The Saint Raphael headed west from the coast of Ireland and was last seen by the crew of the SS Josiah Macy. Around 6 a.m. the next morning the Dutch steamer SS Blijdendijik reported seeing a white light travelling eastward in the sky when about 420 miles east-south-east of New York, which, if it were St. Raphael, was far to the south of its intended route, suggesting that they were lost. The aircraft was never seen again. Wireless communications with all points along the coast of Labrador failed to find any trace of the Saint Raphael following its disappearance in flight. Further searches failed to yield signs of the aircraft and its crew, and by 5 September, the remaining hope was that fish-carrying steamers or whalers had rescued Anne, Hamilton, and Minchin after the Saint Raphael plunged into the ocean, as it was supposed. On 5 September, Anne's brothers, the Earl of Mexborough and the Honourable George Savile, announced that they believed their sister had died at sea along with Captain Hamilton and Colonel Minchin. Despite no signs of the Saint Raphael or its crew, it is presumed that Anne, Hamilton, and Minchin perished on 31 August 1927 in the North Atlantic Ocean near Labrador and Newfoundland. Savile family friend Princess Blücher von Wahlstatt told the United Press that "[Anne's] brothers did their best to dissuade her from the unnecessary adventure, but she was bent on going and refused to be dissuaded".

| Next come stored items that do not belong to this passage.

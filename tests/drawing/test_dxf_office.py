"""The DXF as a drawing office opens it: layer colours, weights and line
types, a TrueType text style that holds every character written, extents
and opening view, and the polygons at the scale every other output uses.
Read back with ezdxf's recovering reader."""

import math
import re
from pathlib import Path

import pytest
from ezdxf import bbox, recover
from ezdxf.colors import aci2rgb
from ezdxf.fonts import fonts

import kinematics
from kinematics.drawing import Strokes, Text, draw_sheet, style
from kinematics.drawing.dxf import write_dxf
from kinematics.drawing.dxf_styles import FONT_FILE, MONO_FONT_FILE, TEXT_STYLE, nearest_aci
from kinematics.drawing.hatching import ground_hatch
from kinematics.drawing.sheet import DASHES
from kinematics.model.mechanism import GROUND
from tests.designs import SAMPLE_FILES

PENS = (style.SPACE_LINK, style.SPACE_GROUND, style.SPACE_PATH, style.KNOWN, style.DIRECTION, style.RESULT,
        style.CORIOLIS, style.SLIDING, style.IMAGE, style.NUMERIC, style.FLAGGED, style.ANNOTATION)


def _rgb(colour):
    return tuple(int(colour[i:i + 2], 16) for i in (1, 3, 5))


def _sample(path):
    return kinematics.construct(kinematics.solve(kinematics.load_mechanism(path)))


def _read(path):
    doc, auditor = recover.readfile(path)
    assert not auditor.has_errors, auditor.errors
    return doc


@pytest.fixture(scope="module", params=SAMPLE_FILES, ids=lambda p: p.stem)
def exported(request, tmp_path_factory):
    c = _sample(request.param)
    path = tmp_path_factory.mktemp("dxf") / "drawing.dxf"
    sheet = write_dxf(c, path, file_name=request.param.name, date="2026-05-06")
    return c, sheet, _read(path)


def test_nearest_aci_is_nearest():
    # ACI 1 is pure red and 5 pure blue in the AutoCAD Color Index (ezdxf.colors.aci2rgb is the table).
    assert nearest_aci("#ff0000") == 1 and nearest_aci("#0000ff") == 5
    for pen in PENS:
        r, g, b = _rgb(pen.colour)
        best = min(sum((u - v) ** 2 for u, v in zip(aci2rgb(i), (r, g, b), strict=True)) for i in range(1, 256))
        assert sum((u - v) ** 2 for u, v in zip(aci2rgb(nearest_aci(pen.colour)), (r, g, b), strict=True)) == best


def test_roles_have_their_own_colours():
    # Not every layer colour 7: the pens that draw different roles differ by ACI where their colours differ.
    roles = {pen.colour: nearest_aci(pen.colour) for pen in PENS}
    assert 7 not in roles.values()
    assert len(set(roles.values())) >= len(roles) - 1  # two close greys may share an ACI; true colour tells them


def test_each_layer_carries_its_pens_colour_weight_and_line_type(exported):
    _, sheet, doc = exported
    for pen in {p.pen for p in sheet.primitives}:
        layer = doc.layers.get(pen.layer)
        assert layer.color == nearest_aci(pen.colour), pen.layer
        assert layer.rgb == _rgb(pen.colour), pen.layer
        assert layer.dxf.lineweight == round(100 * pen.weight_mm), pen.layer  # DXF: 1/100 mm
        linetype = doc.linetypes.get(layer.dxf.linetype)
        if pen.dash == "solid":
            assert layer.dxf.linetype == "Continuous"
            continue
        # The ISO 128 pattern for a 1 mm line (DXF pattern: total, dashes +, gaps -), scaled by each
        # entity to its pen's width.
        pattern = linetype.pattern_tags.tags
        lengths = [abs(tag.value) for tag in pattern if tag.code == 49]
        assert lengths == pytest.approx(list(DASHES[pen.dash]), abs=1e-12), pen.layer
        for entity in doc.modelspace().query(f"*[layer=='{pen.layer}']"):
            assert entity.dxf.ltscale == pytest.approx(pen.weight_mm, abs=1e-12)


def test_centre_and_construction_lines_have_line_types(exported):
    _, _, doc = exported
    # ISO 128: 02 dashed for construction lines, 04 long dash dotted for centre lines.  # common practice
    assert "ISO 128 type 02" in doc.linetypes.get(doc.layers.get(style.DIRECTION.layer).dxf.linetype).dxf.description
    assert "DASHED" in doc.linetypes and "CENTER" in doc.linetypes and "DOT" in doc.linetypes
    assert "centre lines" in doc.linetypes.get("CENTER").dxf.description


def test_text_is_in_a_truetype_style_that_has_every_character(exported):
    _, _, doc = exported
    msp = doc.modelspace()
    assert doc.styles.get(TEXT_STYLE).dxf.font == FONT_FILE
    assert doc.header["$TEXTSTYLE"] == TEXT_STYLE
    written = {}
    for entity in msp.query("TEXT MTEXT"):
        text = entity.dxf.text if entity.dxftype() == "TEXT" else entity.plain_text()
        written.setdefault(doc.styles.get(entity.dxf.style).dxf.font, set()).update(text)
    assert set(written) <= {FONT_FILE, MONO_FONT_FILE}
    for font, characters in written.items():
        # The font's own character map (fontTools, through ezdxf's font manager) must hold each one.
        cmap = fonts.font_manager.get_ttf_font(font).getBestCmap()
        missing = sorted(ch for ch in characters - {"\n"} if ord(ch) not in cmap)
        assert not missing, (font, missing)
    assert any(ch in written[FONT_FILE] for ch in "′₁²ωα")


def test_extents_and_opening_view_cover_the_drawing(exported):
    _, _, doc = exported
    msp = doc.modelspace()
    drawn = bbox.extents(msp)
    low, high = doc.header["$EXTMIN"], doc.header["$EXTMAX"]
    assert low[:2] == pytest.approx(tuple(drawn.extmin)[:2], abs=1e-6)
    assert high[:2] == pytest.approx(tuple(drawn.extmax)[:2], abs=1e-6)
    (vport,) = doc.viewports.get("*Active")
    cx, cy = vport.dxf.center.x, vport.dxf.center.y
    assert (cx, cy) == pytest.approx(tuple(drawn.center)[:2], abs=1e-6)
    # The view's height (and width, by its aspect ratio) takes in all the drawing and at most 10 % more.
    height, width = vport.dxf.height, vport.dxf.height * vport.dxf.aspect_ratio
    assert height >= drawn.size.y - 1e-9 and width >= drawn.size.x - 1e-9
    assert min(height / drawn.size.y, width / drawn.size.x) <= 1.1


def test_polygons_at_the_scale_of_the_window_and_the_sheet_stated_by_each_bar(exported):
    c, sheet, doc = exported
    bars = [t.dxf.text for t in doc.modelspace().query(f"TEXT[layer=='{style.ANNOTATION.layer}']")]
    printed = draw_sheet(c, paper="A4").views
    for kind in ("velocity", "acceleration"):
        polygon = getattr(c, kind)
        # The window draws a polygon at polygon.scale_per_mm (app/polygon_scene.py).
        assert sheet.views[kind].mm_per_unit == pytest.approx(1.0 / polygon.scale_per_mm, rel=1e-12)
        # The printed sheet keeps the construction's scale unless the polygon would not fit its A4 area
        # there (the documented fallback to a coarser round scale, stated beside its bar).
        if printed[kind].mm_per_unit != sheet.views[kind].mm_per_unit:
            assert printed[kind].mm_per_unit < sheet.views[kind].mm_per_unit
        else:
            assert printed[kind].scale_text == sheet.views[kind].scale_text
        assert f"{kind.capitalize()} polygon {sheet.views[kind].scale_text}" in bars


def test_every_rotary_sample_polygon_fits_a4_at_the_construction_scale():
    # The rule (one scale per polygon) costs nothing on the smallest paper for the crank-driven samples;
    # the slow cylinder sample's acceleration polygon takes the documented coarser fallback.
    for path in SAMPLE_FILES:
        if path.stem == "crate-tipping-table":
            continue
        c = _sample(path)
        views = draw_sheet(c, paper="A4").views
        for kind in ("velocity", "acceleration"):
            assert math.isclose(views[kind].mm_per_unit, 1.0 / getattr(c, kind).scale_per_mm), (path.stem, kind)


def test_ground_hatching_is_one_patterned_hatch_per_pivot_and_guide(exported):
    c, sheet, doc = exported
    msp = doc.modelspace()
    mech = c.solution.mechanism
    pivots = [n for n in mech.points if GROUND in mech.bodies_of(n) and len(mech.bodies_of(n)) > 1]
    guides = [s for s in mech.slides.values() if s.guide == GROUND]
    hatched = list(msp.query(f"HATCH[layer=='{style.SPACE_GROUND.layer}']"))
    assert len(hatched) == len(pivots) + len(guides) >= 1
    # Left on the ground layer as lines: only each pivot mark's base line and each guide's line.
    assert len(msp.query(f"LINE[layer=='{style.SPACE_GROUND.layer}']")) == len(pivots) + len(guides)
    drawn = [p for p in sheet.primitives if isinstance(p, Strokes) and p.pattern is not None]
    for hatch, primitive in zip(hatched, drawn, strict=True):
        assert hatch.dxf.pattern_name == "ANSI31" and hatch.dxf.solid_fill == 0
        assert hatch.dxf.color == 256  # BYLAYER
        (line,) = hatch.pattern.lines
        pattern = primitive.pattern
        assert line.angle == pytest.approx(pattern.angle_deg, abs=1e-9)
        assert math.hypot(*line.offset) == pytest.approx(pattern.spacing_mm, rel=1e-9)
        # The strokes a painter draws lie on the pattern's lines (through the origin, a spacing apart).
        theta = math.radians(line.angle)
        assert primitive.points
        for x, y in primitive.points:
            across = (y * math.cos(theta) - x * math.sin(theta)) / pattern.spacing_mm
            assert across == pytest.approx(round(across), abs=1e-9)
        (path,) = hatch.paths
        corners = [c for v in path.vertices for c in tuple(v)[:2]]
        assert corners == pytest.approx([c for xy in pattern.boundary for c in xy], abs=1e-9)


LIBRECAD_FONTS = Path("/usr/share/librecad/fonts")


@pytest.mark.skipif(not LIBRECAD_FONTS.is_dir(),
                    reason="LibreCAD not installed (Debian package librecad); the CI image installs it")
def test_librecad_sets_the_text_in_a_font_that_has_every_character(exported):
    # LibreCAD 2.2 sets a style's text in the LFF font named as the style (seen: a style named "cursive"
    # came out in its cursive lettering, whatever font file the style gave). An LFF file lists each glyph
    # under a "[hex code]" line (LibreCAD's font format).
    _, _, doc = exported
    lff = LIBRECAD_FONTS / f"{TEXT_STYLE}.lff"
    codes = {int(code, 16) for code in re.findall(r"^\[#?([0-9A-Fa-f]{4,6})\]", lff.read_text("utf-8"), re.M)}
    written = set()
    for entity in doc.modelspace().query("TEXT MTEXT"):
        written |= set(entity.dxf.text if entity.dxftype() == "TEXT" else entity.plain_text())
    missing = sorted(ch for ch in written - {"\n", " "} if ord(ch) not in codes)
    assert not missing


def test_scale_captions_keep_clear_of_each_other(exported):
    _, sheet, _ = exported
    # Each caption by the widest estimate of the sheet's text (0.8 of the height per character).
    captions = [p for p in sheet.primitives if isinstance(p, Text)
                and (" polygon 1 mm" in p.text or p.text.startswith("Space diagram"))]
    captions.sort(key=lambda p: p.position[0])
    assert len(captions) == 3
    for left, right in zip(captions, captions[1:], strict=False):
        assert left.position[0] + 0.8 * left.height * len(left.text) < right.position[0], (left.text, right.text)


def test_hatching_strokes_fill_a_parallelogram_as_counted_by_hand():
    # A 10 × 2 mm band hatched at 45° with 1 mm spacing: the band spans (10 + 2)·sin 45° = 8.49 mm across the
    # strokes, so the lines 1 … 8 mm off the origin cross it (the one through the origin touches its corner
    # only, and draws nothing); each stroke ends on the band's outline.
    band = ((0.0, -2.0), (10.0, -2.0), (10.0, 0.0), (0.0, 0.0))
    strokes = ground_hatch(band, 45.0, 1.0, style.SPACE_GROUND).points
    assert len(strokes) == 2 * 8
    for x, y in strokes:
        assert min(abs(x), abs(x - 10.0), abs(y), abs(y + 2.0)) < 1e-9
    # The same band given clockwise, and the strokes' direction turned half round: the same strokes.
    again = ground_hatch(band[::-1], 225.0, 1.0, style.SPACE_GROUND)
    flat = [c for xy in sorted(again.points) for c in xy]
    assert flat == pytest.approx([c for xy in sorted(strokes) for c in xy], abs=1e-12)
    assert again.pattern.angle_deg == 45.0
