"""Forces of frictionless rigid linkages: inertia loads, joint forces, the drive torque, shaking,
what the frame receives, and the drive and bearing summary of a cycle.

``forces(solution)`` for one pose and ``sweep_forces(sweep)`` for a cycle solve Newton-Euler
(:mod:`.newton_euler`) and, on its own, the power balance (:mod:`.power`), whose agreement each
result reports; ``drive_summary(force_sweep, fluctuation)`` sizes the drive and the bearings.
No friction is modelled.
"""

from .analysis import forces, sweep_forces
from .cylinder_summary import CylinderJoint, CylinderSummary
from .results import FRICTIONLESS, Forces, ForceSweep, FrameLoads, LinkInertia, PowerBalance, SlideForce
from .summary import DEFAULT_FLUCTUATION, DriveSummary, JointSummary, drive_summary

__all__ = [
    "DEFAULT_FLUCTUATION", "FRICTIONLESS", "CylinderJoint", "CylinderSummary",
    "DriveSummary", "ForceSweep", "Forces", "FrameLoads", "JointSummary",
    "LinkInertia", "PowerBalance", "SlideForce", "drive_summary", "forces", "sweep_forces",
]
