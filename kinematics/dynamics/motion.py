"""The kinematic input of the forces: a Solution or a Sweep as a batch of poses (:class:`Motion`)."""

from __future__ import annotations

import numpy as np

from ..cycle.sweep import Sweep
from ..model.mechanism import Mechanism
from ..solver.constraints import constraint_system
from ..solver.cylinder import LengthDrivenSystem
from ..solver.solve import DrivenSystem, Solution
from .bodies import Motion, cross

# Below this driver speed (rad/s, or a cylinder's m/s) the velocities per unit speed are solved
# for, not divided out.
NEAR_REST_RAD_S = 1e-150


def _complex(mechanism: Mechanism, names: tuple, array: np.ndarray) -> np.ndarray:
    """(N, n, 2) coordinates as (N, n) complex numbers, the points in the mechanism's order."""
    order = tuple(mechanism.points)
    if names != order:
        array = array[:, [names.index(p) for p in order]]
    return np.ascontiguousarray(array, float).view(complex)[..., 0]


def _unit_rates(mechanism: Mechanism, positions, angle_deg, length_m, velocities, omega):
    """Velocities (N, n) complex and link angular velocities (N, links) per unit driver speed
    (1 rad/s; for a cylinder 1 m/s of extension).

    At a driver speed other than zero they are the velocities divided by it (they are linear in
    it); at rest, or so near it that the velocities lose their digits to underflow, they come
    from the velocity equations solved again at unit speed."""
    driver = mechanism.driver
    speed = driver.linear_speed_m_s if driver.is_actuator else driver.speed_rad_s
    if abs(speed) > NEAR_REST_RAD_S:
        return velocities / speed, omega / speed
    system = constraint_system(mechanism)
    if driver.is_actuator:
        driven, theta = LengthDrivenSystem(system, mechanism), np.asarray(length_m, float)
    else:
        driven, theta = DrivenSystem(system), np.radians(angle_deg)
    x = np.stack([positions.real, positions.imag], axis=-1)
    unit, _ = driven.rates(x, driven.jacobian(x, theta), theta, 1.0, 0.0)
    unit = unit[..., 0] + 1j * unit[..., 1]
    index = {p: i for i, p in enumerate(mechanism.points)}
    first = [index[pts[0]] for pts in mechanism.links.values()]
    second = [index[pts[1]] for pts in mechanism.links.values()]
    side = positions[:, second] - positions[:, first]
    return unit, cross(side, unit[:, second] - unit[:, first]) / np.abs(side) ** 2


def _motion(mechanism, angle_deg, length_m, positions, velocities, accelerations, omega, alpha) -> Motion:
    unit_v, unit_w = _unit_rates(mechanism, positions, angle_deg, length_m, velocities, omega)
    return Motion(angle_deg=angle_deg, positions=positions, accelerations=accelerations, omega=omega,
                  alpha=alpha, unit_velocities=unit_v, unit_omega=unit_w, length_m=length_m)


def from_solution(solution: Solution) -> Motion:
    """One pose as a batch of one."""
    mech = solution.mechanism
    names = tuple(solution.point_names)

    def points(array):
        return _complex(mech, names, np.asarray(array, float)[None])

    length = None if solution.driver_length_m is None else np.array([float(solution.driver_length_m)])
    return _motion(mech, np.array([float(solution.driver_angle_deg)]), length, points(solution.positions),
                   points(solution.velocities), points(solution.accelerations),
                   np.array([[solution.angular_velocity[k] for k in mech.links]], float),
                   np.array([[solution.angular_acceleration[k] for k in mech.links]], float))


def from_sweep(result: Sweep) -> Motion:
    """Every pose of a sweep."""
    mech = result.mechanism
    names = tuple(result.point_names)

    def links(values):
        return np.stack([np.asarray(values[k], float) for k in mech.links], axis=1)

    length = None if result.driver_length_m is None else np.asarray(result.driver_length_m, float)
    return _motion(mech, np.asarray(result.driver_angle_deg, float), length, _complex(mech, names, result.positions),
                   _complex(mech, names, result.velocities), _complex(mech, names, result.accelerations),
                   links(result.angular_velocity), links(result.angular_acceleration))
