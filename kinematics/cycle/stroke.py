"""The cycle of a cylinder-driven design: every pose over the cylinder's stroke at once, in
closed form (the cylinder's group, then the same dyads as a crank-driven design)."""

from __future__ import annotations

import numpy as np

from ..errors import CannotAssemble
from ..groups.base import Frame
from ..solver.cylinder import reference_length_m

# The stroke is probed at this many lengths for the part where the linkage assembles.
STROKE_PROBES = 2001


def stroke_limits_m(mechanism, decomposition) -> tuple:
    """(shortest, longest) cylinder length in m: the file's stroke, or, where it gives none, the
    cylinder's reach about the pivot of the link it drives, |d − l| to d + l."""
    driver, head = mechanism.driver, decomposition.driver
    k = mechanism.metres_per_unit
    c, a, b = (complex(*mechanism.position_m(head.roles[r])) for r in "CAB")
    d, arm = abs(a - c), abs(b - a)
    low = abs(d - arm) if driver.stroke_min is None else float(driver.stroke_min) * k
    high = d + arm if driver.stroke_max is None else float(driver.stroke_max) * k
    return low, high


def _place(mechanism, decomposition, lengths_m) -> Frame:
    frame = Frame.start(mechanism, np.zeros(np.shape(lengths_m)), strict=False, driver_length_m=lengths_m)
    for group in decomposition.chain:
        group.position(frame)
    return frame


def stroke_range(mechanism, decomposition) -> tuple:
    """(shortest, longest, warnings): the part of the stroke where the linkage assembles, the part
    holding the reference length (ends excluded by one probe step, off the dead points)."""
    low, high = stroke_limits_m(mechanism, decomposition)
    reference = reference_length_m(mechanism)
    where = "driver.stroke"
    unit = mechanism.length_unit
    k = mechanism.metres_per_unit
    if not low < high:
        raise CannotAssemble(f"the cylinder's stroke is empty: min {low / k:g} {unit} is not below max "
                             f"{high / k:g} {unit}", where)
    if not low - 1e-12 <= reference <= high + 1e-12:
        raise CannotAssemble(f"the cylinder's length in the drawn pose, {reference / k:g} {unit}, is outside its "
                             f"stroke {low / k:g} to {high / k:g} {unit}", where)
    probes = np.linspace(low, high, STROKE_PROBES)
    ok = ~_place(mechanism, decomposition, probes).invalid
    home = int(np.argmin(np.abs(probes - reference)))
    if not ok[home]:
        raise CannotAssemble("the linkage cannot assemble in its own reference pose", "reference pose")
    first, last = home, home
    while first > 0 and ok[first - 1]:
        first -= 1
    while last < len(probes) - 1 and ok[last + 1]:
        last += 1
    warnings = []
    if first > 0 or last < len(probes) - 1:
        first, last = first + (first > 0), last - (last < len(probes) - 1)
        warnings.append(f"the stroke {low / k:g} to {high / k:g} {unit} is outside the linkage's reach in part: "
                        f"the cycle runs over the assemblable {probes[first] / k:.6g} to {probes[last] / k:.6g} "
                        f"{unit}")
    return float(probes[first]), float(probes[last]), warnings


def stroke_frame(mechanism, decomposition, steps: int):
    """(lengths swept in the cylinder's sense, the placed and moved Frame, warnings)."""
    low, high, warnings = stroke_range(mechanism, decomposition)
    lengths = np.linspace(low, high, steps)
    if mechanism.driver.linear_speed_m_s < 0:
        lengths = lengths[::-1]
    frame = _place(mechanism, decomposition, lengths)
    if np.any(frame.invalid):
        raise CannotAssemble("the linkage cannot assemble at some lengths of the stroke between probed ones",
                             f"cylinder length {lengths[int(np.argmax(frame.invalid))] * 1000:.3f} mm")
    return lengths, frame, warnings
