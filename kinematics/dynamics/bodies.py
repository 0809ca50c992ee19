"""The moving masses and the loads of a design as arrays, and the motion of the centres of mass.

Shared input of both formulations (Newton-Euler and the power balance): what moves and how,
never a force result. Everything SI, with a leading batch axis over poses.
"""

from __future__ import annotations

from dataclasses import dataclass

import numpy as np

from ..errors import NoMassData
from ..model.mechanism import Mechanism
from ..model.memo import remembered
from .layout import Layout, layout


@dataclass(frozen=True)
class Motion:
    """The kinematics of N poses in the mechanism's point and link order (SI), points as complex
    numbers x + iy.

    ``positions``, ``accelerations``: (N, n) complex; ``omega``, ``alpha``: (N, links);
    ``angle_deg``: (N,) driver angles (a cylinder's: the direction of its axis); ``length_m``:
    (N,) a cylinder's lengths, None for a rotary driver; ``unit_velocities`` (N, n) complex and
    ``unit_omega`` (N, links): the velocities per unit driver speed (1 rad/s, or a cylinder's
    1 m/s), for the power balance."""

    angle_deg: np.ndarray
    positions: np.ndarray
    accelerations: np.ndarray
    omega: np.ndarray
    alpha: np.ndarray
    unit_velocities: np.ndarray
    unit_omega: np.ndarray
    length_m: np.ndarray | None = None

    def where(self, k: int) -> str:
        """Pose ``k`` in words, for a refusal's location: the driver angle or the cylinder's length."""
        if self.length_m is not None:
            return f"cylinder length {self.length_m[k] * 1000:.3f} mm"
        return f"driver angle {self.angle_deg[k]:.3f}°"


@dataclass(frozen=True, eq=False)
class MassModel:
    """A design's masses and loads, index arrays into the point and link order.

    Links: first and second point, the centre in the link's own axes as a complex number (along
    its first side, and turned +90°) and at the reference pose (``centre_m``), mass, inertia.
    Particles (point masses) and point loads sit on a body: ``*_link`` ≥ 0 a link index, else
    ``*_element`` an element index. Point-load and
    torque-load values are SI (forces and gravity complex); ``force_load`` and ``torque_load`` keep
    the Load objects for their intervals."""

    layout: Layout
    first: np.ndarray
    second: np.ndarray
    local_centre: np.ndarray
    centre_m: np.ndarray
    mass: np.ndarray
    inertia: np.ndarray
    particle_point: np.ndarray
    particle_mass: np.ndarray
    particle_link: np.ndarray
    particle_element: np.ndarray
    force_point: np.ndarray
    force_value: np.ndarray  # complex
    force_link: np.ndarray
    force_element: np.ndarray
    force_load: tuple
    torque_link: np.ndarray
    torque_value: np.ndarray
    torque_load: tuple
    gravity: complex
    pivot: int
    sense: float
    length_m: float
    cylinder: str | None = None


def mass_model(mechanism: Mechanism) -> MassModel:
    """The arrays of ``mechanism``'s mass data, worked out once per mechanism.

    Raises NoMassData when the design has no mass and no load."""
    data = mechanism.mass_data
    if data is None or data.is_empty:
        raise NoMassData("the design has no mass data: give link masses, point masses or loads to compute "
                         "forces from", "masses")
    return remembered(mechanism, "mass model", lambda: _build(mechanism))


def _build(mech: Mechanism) -> MassModel:
    """The model of ``mech``: what depends on names and mass data alone comes from a store kept with
    the (immutable, shared) MassData, so a drag, which changes only the points, redoes only the
    centres in their links' axes."""
    data, lay, k_m = mech.mass_data, layout(mech), mech.metres_per_unit
    sense = 1.0 if mech.driver.speed_rad_s >= 0 else -1.0
    fixed = remembered(data, ("model", lay, k_m, mech.driver.pivot, sense), lambda: _by_names(mech, lay))
    reference = np.array([mech.points[p] for p in lay.points], float).reshape(-1, 2) * k_m
    start = reference[fixed["first"]]
    side = reference[fixed["second"]] - start
    along = (side[:, 0] + 1j * side[:, 1]) / np.hypot(side[:, 0], side[:, 1])
    offset = fixed["centre_m"] - (start[:, 0] + 1j * start[:, 1])
    # The centre in the link's own axes: the offset turned back by the link's direction.
    return MassModel(local_centre=offset * np.conj(along), length_m=max(mech.size * k_m, 1e-9),
                     cylinder=mech.driver.slide if mech.driver.is_actuator else None, **fixed)


def _by_names(mech: Mechanism, lay) -> dict:
    data = mech.mass_data
    k_m = mech.metres_per_unit
    points = {p: i for i, p in enumerate(lay.points)}
    links = {k: i for i, k in enumerate(lay.links)}
    elements = {p: e for e, p in enumerate(lay.elements)}
    centre = np.zeros(len(lay.links), complex)
    mass, inertia = np.zeros(len(lay.links)), np.zeros(len(lay.links))
    for name, entry in data.masses.items():
        k = links[name]
        centre[k] = complex(*entry.centre) * k_m
        mass[k], inertia[k] = entry.mass_kg, entry.inertia_kg_m2

    def body(point, link=None):
        # A load on a named link goes there; otherwise the element at the point, or the point's one link.
        if link is not None:
            return links[link], -1
        if point in elements:
            return -1, elements[point]
        return links[mech.bodies_of(point)[0]], -1

    particles = [(points[p], m.mass_kg, *body(p)) for p, m in data.point_masses.items() if m.mass_kg > 0]
    forces = [(points[ld.point], complex(*ld.force_n), *body(ld.point, ld.link), ld) for ld in data.loads.values()
              if ld.force_value is not None]
    torques = [(links[ld.link], ld.torque_n_m, ld) for ld in data.loads.values() if ld.torque_value is not None]

    def column(rows, i, dtype):
        return np.array([r[i] for r in rows], dtype).reshape(len(rows))

    return dict(
        layout=lay, first=np.array([points[mech.links[k][0]] for k in lay.links], int),
        second=np.array([points[mech.links[k][1]] for k in lay.links], int), centre_m=centre, mass=mass,
        inertia=inertia, particle_point=column(particles, 0, int), particle_mass=column(particles, 1, float),
        particle_link=column(particles, 2, int), particle_element=column(particles, 3, int),
        force_point=column(forces, 0, int), force_value=column(forces, 1, complex),
        force_link=column(forces, 2, int), force_element=column(forces, 3, int),
        force_load=tuple(r[4] for r in forces),
        torque_link=column(torques, 0, int), torque_value=column(torques, 1, float),
        torque_load=tuple(r[2] for r in torques),
        gravity=complex(*data.gravity_m_s2), pivot=points[mech.driver.pivot],
        sense=1.0 if mech.driver.speed_rad_s >= 0 else -1.0)


def active(loads: tuple, angle_deg: np.ndarray, sense: float) -> np.ndarray:
    """(N, loads) 1.0 where each load acts at each driver angle, else 0.0."""
    if not loads:
        return np.zeros((len(angle_deg), 0))
    return np.stack([ld.active(angle_deg, sense) for ld in loads], axis=1).astype(float)


def cross(a: np.ndarray, b: np.ndarray) -> np.ndarray:
    """cross(a, b) = a_x·b_y − a_y·b_x of complex a, b."""
    return a.real * b.imag - a.imag * b.real


@dataclass(frozen=True)
class Centres:
    """Where the centres of mass are and how they move: (N, links) complex each;
    ``unit_velocity`` is the velocity per unit driver speed; ``arm`` the centre less the link's
    first point."""

    position: np.ndarray
    acceleration: np.ndarray
    unit_velocity: np.ndarray
    arm: np.ndarray


def centres(model: MassModel, motion: Motion) -> Centres:
    """Centres of mass carried by their links from the reference pose: G = P1 + c·u (complex), u
    the unit vector along the link's first side; then a_G = a_P1 + (iα − ω²)·r and
    v̂_G = v̂_P1 + iω̂·r per unit driver speed (r = G − P1)."""
    z = motion.positions
    start = np.take(z, model.first, axis=1)
    side = np.take(z, model.second, axis=1) - start
    arm = side * (model.local_centre / np.abs(side))
    acceleration = np.take(motion.accelerations, model.first, axis=1) + (1j * motion.alpha - motion.omega ** 2) * arm
    unit_velocity = np.take(motion.unit_velocities, model.first, axis=1) + 1j * motion.unit_omega * arm
    return Centres(position=start + arm, acceleration=acceleration, unit_velocity=unit_velocity, arm=arm)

At the time of her death, Anne was the second woman to disappear in an attempted transoceanic flight in nearly two weeks; the first was Mildred Doran, who had been participating in the Dole Air Race from Oakland, California, to Hawaii.

In 1928, the Ontario Surveyor General named a number of lakes in the northwest of the province to honour aviators who had perished during 1927, mainly in attempting oceanic flights. The main lake so named is St Raphael Lake named for the Saint Raphael; similarly named lakes in the same general vicinity include Hamilton Lake, Minchin Lake and Wertheim Lake, which commemorates Anne.

Anne was presumed dead by a court order made in London on 6 February 1928; she died intestate and left an estate valued at £28,265 (gross) and net personal property of £20,371.

A large memorial plaque commemorating the fateful flight and dedicated to Anne, Captain Hamilton and Colonel Minchin hangs in St Raphael's church, Kingston upon Thames.